In your case, the reader is actually popping the queue, which is considered a write operation. I doubt any of the common implementations actually guarantee thread-safety in this case, when multiple threads simultaneously write to a container. At least VC++ does not:
For reads to the same object, the object is thread safe for reading when no writers on other threads.
For writes to the same object, the object is thread safe for writing from one thread when no readers on other threads.
Sometimes you can resolve a lot of concurrency headache by avoiding sharing state or resources among threads. If you have multiple threads that access a container concurrently in order to push in their work then try to have them work on dedicated containers. At specific points you then collect the containers' elements onto the central container in a non-concurrent manner.
If you can avoid sharing state or resources among threads then you have no problem running threads concurrently. Threads then need not worry about each other, because they are completely isolated and bear no effect whatsoever on each other.
Your hunch is correct: Even though you cannot count on STD queue to be thread safe, a queue should be thread safe by design.

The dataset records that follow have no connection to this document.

// A model combined with itself is that model: common random numbers give
// both copies the same draws, and comonotone coupling adds nothing. Drawn
// independently, the mean of two copies would have a spread √2 smaller.
func TestCombinationOfACopyKeepsTheSpread(t *testing.T) {
	ctx := context.Background()
	one, err := almanac.Naive{}.Fit(ctx, trendy)
	if err != nil {
		t.Fatal(err)
	}
	two, err := almanac.Combination{Members: []almanac.Model{almanac.Naive{}, almanac.Naive{}}}.Fit(ctx, trendy)
	if err != nil {
		t.Fatal(err)
	}
	a, err := two.(almanac.Simulator).Simulate(6, 500, rand.NewPCG(1, 2))
	if err != nil {
		t.Fatal(err)
	}
	b, err := almanac.Combination{Members: []almanac.Model{almanac.Naive{}}}.Fit(ctx, trendy)
	if err != nil {
		t.Fatal(err)
	}
	c, err := b.(almanac.Simulator).Simulate(6, 500, rand.NewPCG(1, 2))
	if err != nil {
		t.Fatal(err)
	}
	if !slices.EqualFunc(a, c, slices.Equal) {
		t.Error("a model combined with itself simulates differently from the model alone")
	}
	// The horizon total of the combined paths has the member's spread:
	// the total of six random-walk steps is Σ (7 − j) e_j, of variance
	// σ²(1² + 2² + … + 6²) = 91σ² (common practice).
	sigma := residualSD(one.Residuals())
	var sum, sumSq float64
	for _, p := range a {
		tot := 0.0
		for _, v := range p {
			tot += v
		}
		sum += tot
		sumSq += tot * tot
	}
	n := float64(len(a))
	sd := math.Sqrt((sumSq - sum*sum/n) / (n - 1))
	if want := sigma * math.Sqrt(91); math.Abs(sd/want-1) > 0.1 {
		t.Errorf("sd of the 6-step total %v, want about %v", sd, want)
	}
}

func residualSD(r []float64) float64 {
	var s float64
	var n int
	for _, v := range r {
		if !math.IsNaN(v) {
			s += v * v
			n++
		}
	}
	return math.Sqrt(s / float64(n))
}

func TestCombinationScaleInvariance(t *testing.T) {
	ctx := context.Background()
	spec := almanac.Combination{Members: []almanac.Model{almanac.Naive{}, almanac.Drift{}, almanac.SeasonalNaive{}}, Seed: 3}
	for _, rule := range []almanac.CombineRule{almanac.CombineMean, almanac.CombineMedian, almanac.CombineInverseError} {
		for _, c := range []float64{1e-6, 1e-3, 7, 1e3, 1e6} {
			t.Run(fmt.Sprintf("%v/%g", rule, c), func(t *testing.T) {
				s := spec
				s.Rule = rule
				b, err := s.Fit(ctx, trendy)
				if err != nil {
					t.Fatal(err)
				}
				want, err := b.Forecast(12, 80, 95)
				if err != nil {
					t.Fatal(err)
				}
				y := trendy.Clone()
				for i := range y.Values {
					y.Values[i] *= c
				}
				fit, err := s.Fit(ctx, y)
				if err != nil {
					t.Fatal(err)
				}
				if fit.String() != b.String() {
					t.Errorf("String %q, unscaled %q", fit, b)
				}
				got, err := fit.Forecast(12, 80, 95)
				if err != nil {
					t.Fatal(err)
				}
				close := func(g, w float64) bool { return math.Abs(g-c*w) <= 1e-9*math.Abs(c*w) }
				for s := range 12 {
					if !close(got.Mean[s], want.Mean[s]) {
						t.Errorf("step %d: mean %v, want %v", s+1, got.Mean[s], c*want.Mean[s])
					}
					for k := range got.Intervals {
						if !close(got.Intervals[k].Lower[s], want.Intervals[k].Lower[s]) || !close(got.Intervals[k].Upper[s], want.Intervals[k].Upper[s]) {
							t.Errorf("step %d: %v%% band [%v, %v], want c × [%v, %v]", s+1, got.Intervals[k].Level, got.Intervals[k].Lower[s], got.Intervals[k].Upper[s], want.Intervals[k].Lower[s], want.Intervals[k].Upper[s])
						}
					}
				}
			})
		}
	}
}

func TestCombinationDeterministic(t *testing.T) {
	ctx := context.Background()
	spec := almanac.Combination{Members: []almanac.Model{almanac.Naive{}, almanac.Drift{}, almanac.SeasonalNaive{}}, Rule: almanac.CombineInverseError}
	fit, err := spec.Fit(ctx, trendy)
	if err != nil {
		t.Fatal(err)
	}
	want, err := fit.Forecast(12, 80, 95)
	if err != nil {
		t.Fatal(err)
	}
	var wg sync.WaitGroup
	got := make([]almanac.Forecast, 4)
	for i := range got {
		wg.Go(func() {
			f, err := spec.Fit(ctx, trendy)
			if err != nil {
				t.Error(err)
				return
			}
			got[i], _ = f.Forecast(12, 80, 95)
			// Concurrent forecasts from one fitted value.
			_, _ = fit.Forecast(12, 80)
		})
	}
	wg.Wait()
	for i, g := range got {
		if !slices.Equal(g.Mean, want.Mean) || !slices.EqualFunc(g.SamplePaths(), want.SamplePaths(), slices.Equal) {
			t.Errorf("run %d differs", i)
		}
	}
	// A different seed gives other draws (the bands still agree within
	// Monte Carlo error).
	spec.Seed = 99
	other, err := spec.Fit(ctx, trendy)
	if err != nil {
		t.Fatal(err)
	}
	o, err := other.Forecast(12, 80, 95)
	if err != nil {
		t.Fatal(err)
	}
	if slices.EqualFunc(o.SamplePaths(), want.SamplePaths(), slices.Equal) {
		t.Error("another seed gave the same paths")
	}
}

func TestCombinationFailureIsolation(t *testing.T) {
	ctx := context.Background()
	good := fixed{Level: 7, SD: 1}
	tooShort := fixed{Err: fmt.Errorf("test: %w: need 100 observations", almanac.ErrTooShort)}
	panics := fixed{Panic: true}
	spec := almanac.Combination{Members: []almanac.Model{tooShort, good, panics, almanac.Naive{}}}
	fit, err := spec.Fit(ctx, trendy)
	if err != nil {
		t.Fatal(err)
	}
	cf := fit.(*almanac.CombinationFit)
	fails := cf.Failures()
	if len(fails) != 2 || fails[0].Index != 0 || fails[1].Index != 2 {
		t.Fatalf("failures %v, want members 0 and 2", fails)
	}
	if !errors.Is(fails[0].Err, almanac.ErrTooShort) || !errors.Is(fails[1].Err, almanac.ErrNotFitted) {
		t.Errorf("failure reasons %v, %v", fails[0].Err, fails[1].Err)
	}
	if fails[0].Model != "almanac_test.fixed" {
		t.Errorf("member named %q", fails[0].Model)
	}
	if !strings.Contains(fails[1].Error(), "panicked") {
		t.Errorf("panic reported as %q", fails[1].Error())
	}
	if got := fit.String(); got != "mean(Fixed(7), Naive)" {
		t.Errorf("String = %q", got)
	}
	ms := cf.Members()
	if len(ms) != 2 || ms[0].Index != 1 || ms[1].Index != 3 || ms[0].Weight != 0.5 {
		t.Errorf("members %+v", ms)
	}

	t.Run("all fail", func(t *testing.T) {
		_, err := almanac.Combination{Members: []almanac.Model{tooShort, panics, almanac.Drift{}}}.Fit(ctx, almanac.Series{Start: jan2020, Freq: calendar.Yearly, Values: []float64{1, 2}})
		if !errors.Is(err, almanac.ErrNotFitted) || !errors.Is(err, almanac.ErrTooShort) {
			t.Fatalf("error %v, want ErrNotFitted and the members' ErrTooShort", err)
		}
		for _, want := range []string{"member 0", "member 1", "member 2", "panicked"} {
			if !strings.Contains(err.Error(), want) {
				t.Errorf("error %q does not mention %q", err, want)
			}
		}
	})
	t.Run("member forecast fails", func(t *testing.T) {
		bad := fixed{Level: 1, ForecastErr: fmt.Errorf("test: %w", almanac.ErrNoDistribution)}
		fit, err := almanac.Combination{Members: []almanac.Model{bad, good}}.Fit(ctx, trendy)
		if err != nil {
			t.Fatal(err)
		}
		fc, left, err := fit.(*almanac.CombinationFit).ForecastReport(3, 80)
		if err != nil {
			t.Fatal(err)
		}
		if len(left) != 1 || left[0].Index != 0 || !errors.Is(left[0].Err, almanac.ErrNoDistribution) {
			t.Errorf("left out %v", left)
		}
		if fc.Mean[0] != 7 {
			t.Errorf("mean %v, want the good member's 7", fc.Mean[0])
		}
		only, err := almanac.Combination{Members: []almanac.Model{bad}}.Fit(ctx, trendy)
		if err != nil {
			t.Fatal(err)
		}
		if _, err := only.Forecast(3); !errors.Is(err, almanac.ErrNotFitted) || !errors.Is(err, almanac.ErrNoDistribution) {
			t.Errorf("every member failing to forecast: %v", err)
		}
	})
	t.Run("point-only member", func(t *testing.T) {
		pts := fixed{Level: 17, SD: -1}
		fit, err := almanac.Combination{Members: []almanac.Model{good, pts}}.Fit(ctx, trendy)
		if err != nil {
			t.Fatal(err)
		}
		fc, err := fit.Forecast(2, 80)
		if err != nil {
			t.Fatal(err)
		}
		// The good member's spread, centred on the mean of 7 and 17.
		z90 := 1.2815515655446004
		if fc.Mean[0] != 12 || math.Abs(fc.Intervals[0].Upper[0]-(12+z90)) > 1e-9 {
			t.Errorf("mean %v, upper %v", fc.Mean[0], fc.Intervals[0].Upper[0])
		}
		none, err := almanac.Combination{Members: []almanac.Model{pts}}.Fit(ctx, trendy)
		if err != nil {
			t.Fatal(err)
		}
		if _, err := none.Forecast(2, 80); !errors.Is(err, almanac.ErrNoDistribution) {
			t.Errorf("levels without any distribution: %v", err)
		}
		if fc, err := none.Forecast(2); err != nil || fc.Mean[1] != 17 {
			t.Errorf("points only: %v %v", fc.Mean, err)
		}
		if _, err := fit.(almanac.Simulator).Simulate(2, 10, rand.NewPCG(1, 1)); !errors.Is(err, almanac.ErrNoDistribution) {
			t.Errorf("Simulate with members that cannot: %v", err)
		}
	})
	t.Run("cancelled", func(t *testing.T) {
		cctx, cancel := context.WithCancel(ctx)
		cancel()
		if _, err := spec.Fit(cctx, trendy); !errors.Is(err, context.Canceled) {
			t.Errorf("cancelled fit: %v", err)
		}
	})
}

A nice explanation of why that is the case and a standard implementation of thread safe, lock free queues in C++ is given by van Dooren

To Mutex or Not To Mutex?

Do I need a mutex if I have only one reader and one writer? The reader takes the next command (food.front()) from the queue and executes a task based on the command. After the command is executed, it pops off the command. The writer to the queue pushes commands onto the queue (food.push()).
Do I need a mutex? My reader (consumer) only executes if food.size() > 0. I am using a reader thread and send thread.
A mutex is used in multi-threaded environments. I don't see mention of threads in your question, so I don't see a need for a mutex.
However, if we assume by reader and writer you mean you have two threads, you need to protect mutual data with a mutex (or other multi-threaded protection scheme.)
What happens when the queue has items, and the reader thread pops something off while the writer thread puts something on? Disaster! With a mutex, you'll be sure only one thread is operating on the queue at a time.
Another method is a lock-free thread-safe queue. It would use atomic operations to ensure the data isn't manipulated incorrectly.
What happens if the reader sees the size is greater than zero, but the structure isn't yet completely updated?
That can be avoided by very carefully coding the updates, but the way to make the code resistant to future tampering updates is to use a mutex.
Assuming the "writer" and the "reader" are in separate threads:
Most probably yes: you could have a "metastable" state between the "writing" event and a "reading" event where the pointers to the structures are consistent.
Of course this depends on the implementation: if an atomic operation is used to update the pointers, you might be good without a mutex.
Depends entirely on the implementation, if you have two different threads accessing the same variables you will need a mutex. Otherwise you may for example end up with an inconsistent count.
Say in write you do ++count and in read you do --count and say the current value is 2. Now note that these statements do not need to be atomic, the ++count may consist of reading variable count, incrementing it and then writing it back again. No a write and read are simultaneously executed and say the first bit of the write is executed is executed (i.e. it loads value 2. then the whole read is executed decrementing the count, but the other thread still had value 2 loaded, which it increments and subsequently writes back to the variable. Now you just lost a read action.
your question depends on two conditions:
there are only two threads, one is producer, the other is consumer
the structure is designed for lock-free
if satisfy both, you can drop the lock, or you need to use a lock to protect the queue structure.
for dropping the lock, must remember to update the header or tailer pointer in the end of steps.